The Unified Code of Good Governance of Listed Companies (hereinafter the Unified Code) was passed in Spain in May 2006, as a unified document. In June 2013, a partial revision of the Unified Code was approved, with the purpose of adopting various legislative initiatives that have affected several of its recommendations.
In recent years, initiatives related to good practices with regard to good governance have proliferated. Spain is not foreign to this movement and has achieved significant progress in the field of good governance.

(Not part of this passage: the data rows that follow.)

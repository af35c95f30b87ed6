//! The seasonal Kendall test, its covariances and its test of homogeneity against exact rational arithmetic; the regional
//! test against the same, its blocks being places; the partial test against the covariance formula in exact arithmetic.

use risefall::method::Evidence;
use serde_json::{Value, json};

use crate::reference::{ask, close, data, fact, file, oracle};

/// Readings round by round, with their seasons as blocks.
fn body(case: &Value, extra: Value) -> Value {
    let mut body = if case["data"]["dataset"].is_string() {
        json!({ "readings": data(case), "period": 12 })
    } else {
        let seasons = case["data"].as_array().unwrap();
        let rounds = seasons.iter().map(|season| season.as_array().unwrap().len()).max().unwrap();
        let (mut readings, mut blocks) = (Vec::new(), Vec::new());
        for round in 0..rounds {
            for (number, season) in seasons.iter().enumerate() {
                readings.push(season.get(round).cloned().unwrap_or(Value::Null));
                blocks.push(format!("season {number}"));
            }
        }
        json!({ "readings": readings, "blocks": blocks })
    };
    body.as_object_mut().unwrap().extend(extra.as_object().unwrap().clone());
    body
}

#[test]
fn reference_values() {
    let mut checked = 0;
    for case in oracle("seasonal_kendall") {
        let id = case["id"].as_str().unwrap();
        let expected = &case["expected"];
        let body = |extra: Value| {
            let mut body = body(&case, extra);
            if case["data"]["set_missing_at_zero_based_index"].is_array() {
                body["readings"] = with_gaps(&case);
            }
            ask("seasonal-kendall", body).1.unwrap()
        };
        let best = body(json!({}));
        close(fact(&best, "s"), &expected["S"], 0.0, id);
        close(fact(&best, "variance"), &expected["var"], 1e-12, id);
        close(fact(&best, "slope"), &expected["slope_per_year"], 1e-12, id);
        let normal = body(json!({ "p_by": "normal" }));
        close(fact(&normal, "z"), &expected["z_cc"], 1e-12, id);
        close(normal.p.value, &expected["p_two_cc"], 1e-9, id);
        if !expected["chi2_homogeneity"].is_null() {
            close(fact(&best, "chi2_homogeneity"), &expected["chi2_homogeneity"], 1e-9, id);
            close(fact(&best, "chi2_trend"), &expected["chi2_trend"], 1e-9, id);
            close(fact(&best, "df_homogeneity"), &expected["df_homogeneity"], 0.0, id);
            close(fact(&best, "p_homogeneity"), &expected["p_homogeneity"], 1e-9, id);
            close(fact(&best, "p_trend"), &expected["p_trend"], 1e-9, id);
        }
        if !expected["var_with_covariance"].is_null() {
            let correlated = body(json!({ "between": "correlated" }));
            close(fact(&correlated, "variance"), &expected["var_with_covariance"], 1e-12, id);
            close(fact(&correlated, "z"), &expected["z_covariance_cc"], 1e-12, id);
            close(correlated.p.value, &expected["p_two_covariance_cc"], 1e-9, id);
        }
        if !expected["p_exact_two_independent_seasons"].is_null() {
            close(best.p.value, &expected["p_exact_two_independent_seasons"], 1e-11, id);
            close(fact(&best, "p_rising"), &expected["p_exact_increasing_independent_seasons"], 1e-11, id);
        }
        let Evidence::Table(table) = &best.evidence[0] else { panic!("a table") };
        let by_season: Vec<i64> = expected["S_by_season"].as_array().unwrap().iter().map(|s| s.as_i64().unwrap()).collect();
        let shown: Vec<i64> =
            table.rows.iter().map(|row| if let risefall::method::Datum::Integer(s) = row[4] { s } else { panic!() }).collect();
        assert_eq!(shown, by_season, "{id}");
        checked += 1;
    }
    assert!(checked >= 6, "only {checked} cases were found");
}

/// The data set with the gaps that the case states.
fn with_gaps(case: &Value) -> Value {
    let mut values = data(case);
    for at in case["data"]["set_missing_at_zero_based_index"].as_array().into_iter().flatten() {
        values[at.as_u64().unwrap() as usize] = Value::Null;
    }
    values
}

/// The dates of a monthly series tell its seasons: the same answer as with a period of twelve.
#[test]
fn dates_tell_the_seasons() {
    let values = file("datasets.json")["nottem"]["values"].clone();
    let moments: Vec<String> = (0..240).map(|month| format!("{}-{:02}-15", 1920 + month / 12, month % 12 + 1)).collect();
    let dated = ask("seasonal-kendall", json!({ "readings": values, "moments": moments })).1.unwrap();
    let counted = ask("seasonal-kendall", json!({ "readings": values, "period": 12 })).1.unwrap();
    assert_eq!(dated.p, counted.p);
    close(fact(&dated, "slope"), &json!(0.05), 1e-12, "slope");
    let places: Vec<String> = (0..240).map(|month| format!("place {}", month % 12)).collect();
    let years: Vec<usize> = (0..240).map(|month| 1920 + month / 12).collect();
    let regional = ask("regional-kendall", json!({ "readings": values, "blocks": places, "moments": years })).1.unwrap();
    assert_eq!((regional.p, fact(&regional, "slope")), (counted.p, fact(&counted, "slope")));
}

/// Two series of five; the covariance by hand from Dietz and Killeen's formula: K counts pairs, and ranks 1 to 5 give
/// (K + 4 Σ R R' - 5 * 36) / 3.
#[test]
fn partial_test_by_hand() {
    // Ranks of the readings 1 3 2 5 4, of the covariate 2 1 3 5 4: Σ R R' = 2 + 3 + 6 + 25 + 16 = 52.
    // Signs of the ten pairs, readings: + + + + - + + + + -, covariate: - + + + + + + + + -: K = -1+1+1+1-1+1+1+1+1+1 = 6.
    let outcome = ask("partial-kendall", json!({ "readings": [10, 30, 20, 50, 40], "covariate": [2, 1, 3, 5, 4] })).1.unwrap();
    close(fact(&outcome, "covariance"), &json!((6.0 + 4.0 * 52.0 - 180.0) / 3.0), 1e-13, "covariance");
    // S = 8 - 2 = 6, S' = 8 - 2 = 6; both variances are 5 * 4 * 15 / 18.
    let variance = 300.0_f64 / 18.0;
    let shared = 34.0 / 3.0;
    let z = (6.0 - shared / variance * 6.0) / (variance - shared * shared / variance).sqrt();
    close(outcome.statistic.value, &json!(z), 1e-12, "z");
}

In particular, it has expanded the framework of good governance in Spain, with the goal of improving efficiency and responsibility in the management of Spanish companies and, at the same time, setting national standards at the highest level of compliance with respect to international criteria and principles.
The new Code of Good Governance of Listed Companies (the Code of Good Governance), of the CNMV of 18 February 2015, fully responds to the following objectives:
- To ensure the adequate functioning of the governing and managing organs of Spanish companies to lead them to the highest level of competiveness;
- To generate trust and transparency for national and foreign shareholders and investors;
- To enhance the internal control and corporate responsibility of companies; and
- To assure the adequate distribution of functions, tasks and responsibility within companies, from the perspective of maximum precision and professionalism.
In this respect, the Commission of experts began to differentiate those questions that were proposed to improve the existing regulatory framework, which resulted in Law 31/2014, of 3 December 2015, modifying the Capital Companies Act to improve corporate governance, from those that constituted recommendations for monitoring voluntary subjects at the beginning of the “«complying or clarifying”» period, which are contained in this Code of Good Governance.
Revision of the Code of Good Governance of Listed Companies
The new Code of Good Governance presents certain developments which deserve to be highlighted.
- The Code of Good Governance adapts a new format that sets out to distinguish and identify the principles that, in each case, inspires the concrete and specific nature of the recommendations.
Those principles are gathered in the form of paragraph II of the Code of Good Governance.
- A good number of the recommendations of the Unified Code of 2006 have been incorporated as legal rules (in issues such as the exclusive competences of the general meeting of shareholders or of the board of directors, the separate voting agreements, the splitting of votes, etc.), and therefore do not form part of the Code of Good Governance.
In the same sense, the definitions of the distinct categories of directors have been contained, firstly, in Regulation ECC/461/2013, of 20 March 2013, and, more recently, in the Capital Companies Act, and as such are not included in the Code of Good Governance.
- Lastly, the incorporation of specific recommendations on the subject of corporate social responsibility must be noted.
Nevertheless, the importance of social corporate responsibility of a company is a fact that is becoming more and more settled which demands adequate attention on the part of corporate governance of companies and, therefore, cannot stay on the margin of the Code of Corporate Good Governance recommendations.